One problem facing Wert is the attitude of some Russian bureaucrats who openly resent the presence of outsiders in what they see as a purely internal affair. Last week, Russian officials delayed a medical-aid convoy bound for Grozny for a day at a checkpoint just inside Chechnya, claiming the Red Cross drivers lacked proper credentials. A discreetly offered bribe is the time-honored response to such official obstruction, but the Red Cross refuses to resort to that local custom. That leaves its representatives relying instead on time-consuming negotiations to keep the trucks moving.

Despite such delays, the aid packages continue to move jerkily along the holed and narrow roads of the Caucasus region. In Nazran, a dusty frontier town in the neighboring republic of Ingushetia, another Canadian relief specialist, Whitehorse-born Terry Lewis, stood near the local railway station last week, watching over the distribution of truckloads of food aid to a lineup of several hundred refugees.
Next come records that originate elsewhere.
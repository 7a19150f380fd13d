package network

// The network in molecule counts, for stochastic simulation.

import (
	"fmt"
	"math"
	"strings"

	"kinetarium/network/units"
)

// Avogadro is the number of molecules in a mole (SI, exact since 2019).
const Avogadro = 6.02214076e23

// molesPerLitre returns the moles per litre of a molar concentration
// unit (M, mM, uM, nM, pM, fM, mol/L, …) as the units parser reads it.
func molesPerLitre(unit string) (float64, bool) {
	u, err := units.Parse(unit)
	if err != nil || !u.SameDim(units.MustParse("M")) {
		return 0, false
	}
	return wholeRatio(u.Factor / 1000), true // 1 M = 1000 mol/m³
}

// litres returns the litres in the model's unit of volume (1 when the
// compartments give none: volumes are then read as litres).
func litres(m *Model) (float64, string) {
	unit, _ := m.VolumeUnit()
	if unit == "" {
		return 1, "litre"
	}
	return wholeRatio(units.MustParse(unit).Factor / 1e-3), unit
}

// countUnits are amount units that are already molecule counts.
var countUnits = map[string]bool{"molecules": true, "molecule": true, "count": true, "counts": true, "copies": true, "#": true}

// UnderstoodAmountUnits lists, for messages and help, the amount units
// from which MoleculesPerAmount finds the number of molecules itself.
const UnderstoodAmountUnits = "M, mM, µM (or uM), nM, pM, fM and mol/L, mmol/L, µmol/L, nmol/L, pmol/L (with volumes in litres), or molecules, count, copies"

// MoleculesPerAmount returns the number of molecules in one amount unit
// times one volume unit of m (so that a species' count is its
// concentration × its compartment's volume × this number), and says how
// it was found. It is the one place where amounts become molecules:
//
//   - the model states it: "units": {"molecules_per_amount": N};
//   - a molar amount unit (M, mM, µM, nM, pM, fM, mol/L, …): Avogadro's
//     number times the unit's moles per litre times the litres in the
//     compartments' unit of volume (volumes read as litres when they give
//     none);
//   - an amount unit that counts molecules (molecules, count, copies): 1.
//
// Otherwise it returns an error that says what to add to the model.
func MoleculesPerAmount(m *Model) (float64, string, error) {
	pos := Pos{Field: "units.molecules_per_amount"} // "units" is no list: no item number
	if n := m.Units.MoleculesPerAmount; n != 0 {
		if !(n > 0) || math.IsInf(n, 0) {
			return 0, "", ErrorList{{Pos: pos, Severity: Error,
				Message: fmt.Sprintf("molecules_per_amount = %v is not allowed; expected a positive number of molecules in one amount unit × one volume unit", n)}}
		}
		return n, fmt.Sprintf("%g molecules per amount unit × volume unit, as the model states", n), nil
	}
	unit := strings.TrimSpace(m.Units.Amount)
	if f, ok := molesPerLitre(unit); ok {
		l, vol := litres(m)
		n := Avogadro * f * l
		if vol == "litre" {
			return n, fmt.Sprintf("%g molecules per %s × litre (Avogadro's number; volumes read as litres)", n, unit), nil
		}
		return n, fmt.Sprintf("%g molecules per %s × %s (Avogadro's number; the compartments' volumes in %s)", n, unit, vol, vol), nil
	}
	if countUnits[unit] {
		return 1, "amounts are molecule counts", nil
	}
	what := "the model gives no amount unit"
	if unit != "" {
		what = fmt.Sprintf("the amount unit %q is not one that gives a number of molecules", unit)
	}
	return 0, "", ErrorList{{Pos: pos, Severity: Error, Message: fmt.Sprintf(
		"a stochastic run needs molecule counts, and %s; state the molecules in one amount unit × one volume unit as \"units\": {\"molecules_per_amount\": N}, or use one of %s",
		what, UnderstoodAmountUnits)}}
}

// CountTerm is a species index with a whole number: a reactant's order or
// a change of count.
type CountTerm struct {
	Species int
	N       int
}

// CountChannel is one reaction channel in molecule counts: a reaction, one
// direction of a reversible mass-action reaction, or the infusion of a
// species by events.
type CountChannel struct {
	Name     string
	Reaction int         // index in Model.Reactions; −1 for an infusion
	Change   []CountTerm // per firing; fixed species do not change
	// Mass action: propensity C·Π x_i(x_i − 1)…(x_i − N_i + 1) over
	// Reactants, with C = k · Ω_r · Π Ω_i^(−N_i) (Ω_r of the reaction's
	// compartment, Ω_i of each reactant's). For one compartment this is
	// k·Ω for ∅ → …, k for A → …, (k/Ω) for A + B → … and 2 A → ….
	Reactants []CountTerm
	C         float64
	// General channels (other rate laws, infusions) have the propensity
	// rate × volume × molecules per amount, computed by CountDynamic;
	// Reads lists the species whose counts they read.
	General       bool
	Reads         []int
	TimeDependent bool

	k      val     // the mass-action constant's parameter or number
	factor float64 // C = k·factor
	rx     int     // the System's reaction (general channels)
	inflow int     // the infused species (infusion channels), else −1
}

// Counts is a checked network in molecule counts: what a stochastic
// simulation needs, built from the Net and the compiled System by
// Net.Counts.
type Counts struct {
	Species []string
	Fixed   []bool
	Initial []float64 // whole numbers: concentration × Ω rounded
	// Omega[i] is the volume of species i's compartment × molecules per
	// amount: count = concentration × Omega.
	Omega     []float64
	PerAmount float64 // molecules per amount unit × volume unit
	HowFound  string  // how PerAmount was found
	Channels  []CountChannel
	// Approximate names the reactions whose laws are not mass action:
	// their propensity is rate × volume × molecules per amount, an
	// approximation that holds when their rates do not depend strongly on
	// single molecules.
	Approximate []string
	// Rounded names the species whose initial count was more than 0.01
	// from a whole number and was rounded.
	Rounded []string

	sys *System
}

// Counts converts the checked network into molecule counts (see
// MoleculesPerAmount and CountChannel). Every problem found is returned
// in one ErrorList: coefficients that are not whole numbers, a missing
// number of molecules per amount, initial counts beyond 2^53.
func (net *Net) Counts() (*Counts, error) {
	sys, err := net.Compile()
	if err != nil {
		return nil, err
	}
	var probs ErrorList
	m := net.Model
	per, how, err := MoleculesPerAmount(m)
	if err != nil {
		probs = append(probs, err.(ErrorList)...)
	}
	c := &Counts{PerAmount: per, HowFound: how, sys: sys}
	for i, r := range m.Rates {
		probs.Add(Pos{Section: "rates", Index: i, Item: r.Name}, Error,
			"a rate (a continuous change of %s) cannot be simulated with counts of molecules; remove it for a stochastic run", r.Name)
	}
	n := sys.nSpecies // parameters carried in the state (set by events) stay concentrations
	for i := 0; i < n; i++ {
		om := sys.volumes[sys.spComp[i]] * per
		x := m.Species[i].Initial * om
		r := math.Round(x)
		if per > 0 && (!(r >= 0) || r > 1<<53) {
			probs.Add(Pos{Section: "species", Index: i, Item: m.Species[i].Name, Field: "initial"}, Error,
				"the initial amount gives %g molecules; a stochastic run needs a count between 0 and 2^53", x)
		}
		if math.Abs(r-x) > 0.01 { // not a whole number of molecules, beyond a typing of it
			c.Rounded = append(c.Rounded, m.Species[i].Name)
		}
		c.Species = append(c.Species, m.Species[i].Name)
		c.Fixed = append(c.Fixed, sys.fixed[i])
		c.Initial = append(c.Initial, r)
		c.Omega = append(c.Omega, om)
	}
	whole := func(ri int, ts []Term) bool {
		for _, t := range ts {
			if t.Coef != math.Trunc(t.Coef) || t.Coef < 1 {
				probs.Add(Pos{Section: "reactions", Index: net.Reactions[ri].Index, Item: net.Reactions[ri].Name, Field: "equation", Col: t.Col}, Error,
					"the coefficient %v of %s is not a whole number; a stochastic run counts molecules, so every coefficient must be 1, 2, 3, …", t.Coef, t.Species)
				return false
			}
		}
		return true
	}
	for ri := range net.Reactions {
		cr := &net.Reactions[ri]
		r := &sys.rx[ri]
		eq := cr.Equation
		if !whole(ri, eq.Reactants) || !whole(ri, eq.Products) {
			continue
		}
		var change []CountTerm
		for ci := r.c0; ci < r.c1; ci++ {
			change = append(change, CountTerm{Species: sys.cSp[ci], N: int(sys.cNet[ci])})
		}
		neg := make([]CountTerm, len(change))
		for i, t := range change {
			neg[i] = CountTerm{t.Species, -t.N}
		}
		omR := sys.volumes[r.comp] * per
		if r.kind == kindMassAction {
			c.Channels = append(c.Channels, c.massAction(cr.Name, cr.Index, eq.Reactants, change, r.k, omR))
			if r.reversible {
				c.Channels = append(c.Channels, c.massAction(cr.Name+" (reverse)", cr.Index, eq.Products, neg, r.kr, omR))
			}
			continue
		}
		c.Approximate = append(c.Approximate, cr.Name)
		ch := CountChannel{Name: cr.Name, Reaction: cr.Index, Change: change, General: true,
			TimeDependent: r.kind == kindExpr && sys.usesTime, rx: ri, inflow: -1}
		for _, sp := range sys.depSp[r.d0:r.d1] {
			if sp < sys.nSpecies { // parameters in the state are not counts
				ch.Reads = append(ch.Reads, sp)
			}
		}
		c.Channels = append(c.Channels, ch)
	}
	// Infusions: an inflow channel for each species an event infuses.
	infused := make([]bool, n)
	for _, e := range sys.events {
		for _, a := range e.infuse {
			if a.sp >= 0 && !sys.fixed[a.sp] {
				infused[a.sp] = true
			}
		}
	}
	for i, ok := range infused {
		if ok {
			c.Channels = append(c.Channels, CountChannel{Name: "infusion of " + c.Species[i], Reaction: -1,
				Change: []CountTerm{{i, 1}}, General: true, rx: -1, inflow: i})
		}
	}
	if err := probs.Err(); err != nil {
		return nil, err
	}
	return c, nil
}

// massAction builds a mass-action channel with the reactant terms ts
// (merged by species), whose rate is in the concentration units of a
// compartment with Ω = omR.
func (c *Counts) massAction(name string, reaction int, ts []Term, change []CountTerm, k val, omR float64) CountChannel {
	ch := CountChannel{Name: name, Reaction: reaction, Change: change, k: k, factor: omR, rx: -1, inflow: -1}
	for _, t := range ts {
		i := c.sys.spIx[t.Species]
		n := int(t.Coef)
		ch.factor *= math.Pow(c.Omega[i], -float64(n))
		merged := false
		for q := range ch.Reactants {
			if ch.Reactants[q].Species == i {
				ch.Reactants[q].N += n
				merged = true
			}
		}
		if !merged {
			ch.Reactants = append(ch.Reactants, CountTerm{i, n})
		}
	}
	ch.C = c.sys.get(k) * ch.factor
	return ch
}

// CountDynamic computes the propensities of general channels and applies
// events to counts, with a System of its own. It implements the Dynamic
// interface of package solve/stochastic by its method set.
type CountDynamic struct {
	c    *Counts
	sys  *System
	y    []float64 // concentrations
	vars []float64 // the System's variables
}

// NewDynamic returns a CountDynamic with its own copy of the System, for
// one simulator.
func (c *Counts) NewDynamic() *CountDynamic {
	s := c.sys.Clone()
	d := &CountDynamic{c: c, sys: s, y: make([]float64, s.n), vars: s.vars}
	d.resetState()
	return d
}

// resetState puts the initial values of the parameters carried in the
// System's state (those events set) after the species.
func (d *CountDynamic) resetState() {
	s := d.sys
	copy(d.y[s.nSpecies:], s.initial[s.nSpecies:])
	copy(d.vars[s.nSpecies:s.n], d.y[s.nSpecies:])
}

// concentrations converts all counts x into d.y (the species; the
// parameters in the state keep their values).
func (d *CountDynamic) concentrations(x []float64) {
	for i, v := range x {
		d.y[i] = v / d.c.Omega[i]
	}
}

// Propensity returns the propensity of general channel j: the reaction's
// rate at the concentrations of the counts x, times its compartment's
// volume and the molecules per amount; or the infusion's rate in
// molecules per time.
func (d *CountDynamic) Propensity(j int, t float64, x []float64) float64 {
	ch := &d.c.Channels[j]
	s := d.sys
	if ch.inflow >= 0 {
		return s.inflow[ch.inflow] * d.c.Omega[ch.inflow]
	}
	for _, i := range ch.Reads {
		v := x[i] / d.c.Omega[i]
		d.y[i], d.vars[i] = v, v
	}
	d.vars[len(d.vars)-1] = t
	r := &s.rx[ch.rx]
	return s.rate(r, d.y) * s.volumes[r.comp] * d.c.PerAmount
}

// Constants writes the mass-action constants at the current parameter
// values into cs (events may have changed them).
func (d *CountDynamic) Constants(cs []float64) {
	for j := range d.c.Channels {
		ch := &d.c.Channels[j]
		if ch.General {
			continue
		}
		k := d.sys.get(ch.k)
		if ch.k.p >= 0 && d.sys.parState[ch.k.p] >= 0 { // a parameter events set: its value is in the state
			k = d.y[d.sys.parState[ch.k.p]]
		}
		cs[j] = k * ch.factor
	}
}

// ResetEvents makes every event pending again (System.ResetEvents).
func (d *CountDynamic) ResetEvents(t0 float64) {
	d.sys.ResetEvents(t0)
	d.resetState()
}

// NextEvent returns the next scheduled event time (System.NextEvent).
func (d *CountDynamic) NextEvent(t float64) float64 { return d.sys.NextEvent(t) }

// Conditions returns the number of triggered events.
func (d *CountDynamic) Conditions() int { return d.sys.Conditions() }

// Watch evaluates the triggered events' conditions at the concentrations
// of the counts x.
func (d *CountDynamic) Watch(t float64, x, g []float64) {
	d.concentrations(x)
	d.sys.Watch(t, d.y, g)
}

// Fire applies the events due at t to the counts x through the System
// (amounts added become molecules: amount × molecules per amount), and
// rounds every count to a whole number ≥ 0.
func (d *CountDynamic) Fire(t float64, x []float64, rose []bool) []string {
	d.concentrations(x)
	names := d.sys.Fire(t, d.y, rose)
	if len(names) == 0 {
		return nil
	}
	for i := range x {
		x[i] = math.Max(0, math.Round(d.y[i]*d.c.Omega[i]))
	}
	copy(d.vars[d.sys.nSpecies:d.sys.n], d.y[d.sys.nSpecies:]) // parameters events set
	return names
}

// ConcentrationOf returns count × 1/Ω of species i: the concentration a
// count stands for.
func (c *Counts) ConcentrationOf(i int, count float64) float64 { return count / c.Omega[i] }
They represented a human wave of misery that has sent more than 100,000 people spilling over the border to escape the fighting in Chechnya. Still, the Red Cross representatives must constantly strive to ensure that aid from Canada and other countries ends up in the hands of genuine refugees. Said Lewis: "We've found some of the local people we have hired trying to work special deals for their relatives who might or might not qualify for help."
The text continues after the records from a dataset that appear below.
// rateParamDeriv writes ∂rate/∂p of reaction r into its parameter slots of
// dp.
func (s *System) rateParamDeriv(r *rxn, y []float64) {
	dp := s.dp[r.p0:r.p1]
	for i := range dp {
		dp[i] = 0
	}
	switch r.kind {
	case kindMassAction:
		s.massActionParamDeriv(r, y)
	case kindMM:
		s.mmParamDeriv(r, y)
	default:
		first := r.prog + 1 + (r.d1 - r.d0)
		for i := range dp {
			dp[i] = s.progs[first+i].Eval(s.vars)
		}
	}
}

// pslot returns the slot in dp of parameter p of reaction r.
func (s *System) pslot(r *rxn, p int) int {
	for d := r.p0; d < r.p1; d++ {
		if s.depPar[d] == p {
			return d
		}
	}
	panic("network: parameter slot missing") // compileX declared every parameter it reads
}

// Dim returns the number of species.
func (s *System) Dim() int { return s.n }

// RHS writes the time derivatives of the concentrations at (t, y) into dydt.
func (s *System) RHS(t float64, y, dydt []float64) {
	s.load(t, y)
	dydt = dydt[:s.n]
	clear(dydt)
	// Locals, so that the stores into dydt do not make the loop reload
	// the System's slices.
	cSp, cScale := s.cSp, s.cScale
	cScale = cScale[:len(cSp)]
	for ri := range s.rx {
		r := &s.rx[ri]
		v := s.rate(r, y)
		for c := r.c0; c < r.c1; c++ {
			dydt[cSp[c]] += cScale[c] * v
		}
	}
	if s.infusing > 0 {
		for i, v := range s.inflow {
			dydt[i] += v
		}
	}
}

// Rates writes the rate of every reaction at (t, y), in the concentration
// units of its compartment per time, into rates (net rate for reversible
// reactions).
func (s *System) Rates(t float64, y, rates []float64) {
	s.load(t, y)
	for ri := range s.rxNames { // the model's reactions come first, then the rates
		rates[ri] = s.rate(&s.rx[ri], y)
	}
}

// JacobianPattern returns the sparsity pattern of ∂f/∂y in compressed
// sparse row form: the columns of row i are colIdx[rowPtr[i]:rowPtr[i+1]],
// ascending. Every diagonal entry is in the pattern. The caller must not
// modify the slices.
func (s *System) JacobianPattern() (rowPtr, colIdx []int) { return s.rowPtr, s.colIdx }

// JacobianCSR writes the values of ∂f/∂y at (t, y) into vals, in the order
// of JacobianPattern.
func (s *System) JacobianCSR(t float64, y []float64, vals []float64) {
	s.load(t, y)
	for i := range vals[:len(s.colIdx)] {
		vals[i] = 0
	}
	for ri := range s.rx {
		r := &s.rx[ri]
		if r.c0 == r.c1 {
			continue
		}
		s.rateDeriv(r, y)
		p := r.j0
		for c := r.c0; c < r.c1; c++ {
			sc := s.cScale[c]
			for d := r.d0; d < r.d1; d++ {
				vals[s.jpos[p]] += sc * s.dr[d]
				p++
			}
		}
	}
}

// Jacobian writes ∂f/∂y at (t, y) into jac, an n×n matrix (an empty jac is
// sized first).
func (s *System) Jacobian(t float64, y []float64, jac *mat.Dense) {
	if jac.IsEmpty() {
		jac.ReuseAs(s.n, s.n)
	}
	s.JacobianCSR(t, y, s.jvals)
	jac.Zero()
	raw := jac.RawMatrix()
	for i := 0; i < s.n; i++ {
		row := raw.Data[i*raw.Stride:]
		for p := s.rowPtr[i]; p < s.rowPtr[i+1]; p++ {
			row[s.colIdx[p]] = s.jvals[p]
		}
	}
}

// Species returns the names of the state variables in state order: the
// species in model order, then the parameters that change during a run
// (StateParameters). The caller must not modify the slice.
func (s *System) Species() []string { return s.names }

// SpeciesIndex returns the state index of the named species.
func (s *System) SpeciesIndex(name string) (int, bool) {
	i, ok := s.spIx[name]
	return i, ok
}

// Fixed reports whether species i is held constant.
func (s *System) Fixed(i int) bool { return s.fixed[i] }

// Initial returns a copy of the initial concentrations.
func (s *System) Initial() []float64 { return append([]float64(nil), s.initial...) }

// SetInitial sets the initial concentration of species i.
func (s *System) SetInitial(i int, v float64) { s.initial[i] = v }

// Reactions returns the reaction names in model order.
func (s *System) Reactions() []string { return s.rxNames }

// Parameters returns the parameter names in model order. The caller must
// not modify the slice.
func (s *System) Parameters() []string { return s.parNames }

// Parameter returns the value of parameter i.
func (s *System) Parameter(i int) float64 { return s.vars[s.n+i] }

// SetParameter sets the value of parameter i.
func (s *System) SetParameter(i int, v float64) {
	s.vars[s.n+i] = v
	s.pbase[i] = v
	if j := s.parState[i]; j >= 0 {
		s.initial[j] = v // its value at the start of a run
	}
}

// ParameterIndex returns the index of the named parameter.
func (s *System) ParameterIndex(name string) (int, bool) {
	i, ok := s.parIx[name]
	return i, ok
}

// Compartments returns the compartment names ("default" when the model
// declares none). The caller must not modify the slice.
func (s *System) Compartments() []string { return s.comps }

// CompartmentIndex returns the index of the named compartment.
func (s *System) CompartmentIndex(name string) (int, bool) {
	for i, c := range s.comps {
		if c == name {
			return i, true
		}
	}
	return 0, false
}

// SpeciesCompartment returns the compartment index of species i.
func (s *System) SpeciesCompartment(i int) int { return s.spComp[i] }

// Volume returns the volume of compartment i in its own unit, as the
// model gives it.
func (s *System) Volume(i int) float64 { return s.volModel[i] }

// SetVolume sets the volume of compartment i, in its own unit.
func (s *System) SetVolume(i int, v float64) {
	s.volModel[i] = v
	s.volumes[i] = v * s.volScale[i]
	s.updateScales()
}

// AmountVolume returns the volume of compartment i in the model's unit of
// volume (Model.VolumeUnit), the one amounts use: an amount is a
// concentration times AmountVolume. It equals Volume when the
// compartments give no units or all the same one.
func (s *System) AmountVolume(i int) float64 { return s.volumes[i] }

// VolumeUnit returns the unit of AmountVolume: the model's unit of
// volume (Model.VolumeUnit), "" when the compartments give none.
func (s *System) VolumeUnit() string { return s.volUnit }

// VolumeScale returns AmountVolume(i)/Volume(i), the factor from
// compartment i's own unit of volume to the model's.
func (s *System) VolumeScale(i int) float64 { return s.volScale[i] }

// Clone returns an independent copy of s for use by another goroutine.
func (s *System) Clone() *System {
	c := *s
	c.initial = append([]float64(nil), s.initial...)
	c.volumes = append([]float64(nil), s.volumes...)
	c.volModel = append([]float64(nil), s.volModel...)
	c.vars = append([]float64(nil), s.vars...)
	c.cScale = append([]float64(nil), s.cScale...)
	c.dr = make([]float64, len(s.dr))
	c.dp = make([]float64, len(s.dp))
	c.pbase = append([]float64(nil), s.pbase...)
	c.inflow = append([]float64(nil), s.inflow...)
	c.actVals = make([]float64, len(s.actVals))
	c.fired = nil
	c.events = append([]cevent(nil), s.events...)
	for i := range c.events {
		e := &c.events[i]
		e.rates = append([]float64(nil), e.rates...)
		if e.lhs != nil {
			e.lhs, e.rhs = cloneProgram(e.lhs), cloneProgram(e.rhs)
		}
		for _, list := range []*[]caction{&e.add, &e.set, &e.infuse} {
			cp := append([]caction(nil), (*list)...)
			for k := range cp {
				cp[k].prog = cloneProgram(cp[k].prog)
			}
			*list = cp
		}
	}
	c.pvals = make([]float64, len(s.pvals))
	c.asgProgs = make([]program, len(s.asgProgs))
	for i, p := range s.asgProgs {
		c.asgProgs[i] = cloneProgram(p)
	}
	c.jvals = make([]float64, len(s.jvals))
	c.progs = make([]program, len(s.progs))
	for i, p := range s.progs {
		c.progs[i] = cloneProgram(p)
	}
	return &c
}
Privately, many of the aid workers acknowledge that it is only a matter of time before black marketeers get their hands on donated items. In Grozny, a thriving street market has sprung up recently offering items ranging from vegetables to U.S.-brand cigarettes for $1 per pack. It is a sign of continuing life in a region that has a long and tragic history of war with Russia's rulers. There is still no end in sight to the current conflict. But aid and aid workers from Canada and other countries are at least offering many people a chance to avoid joining the casualty lists of a war that has already claimed more than 25,000 lives.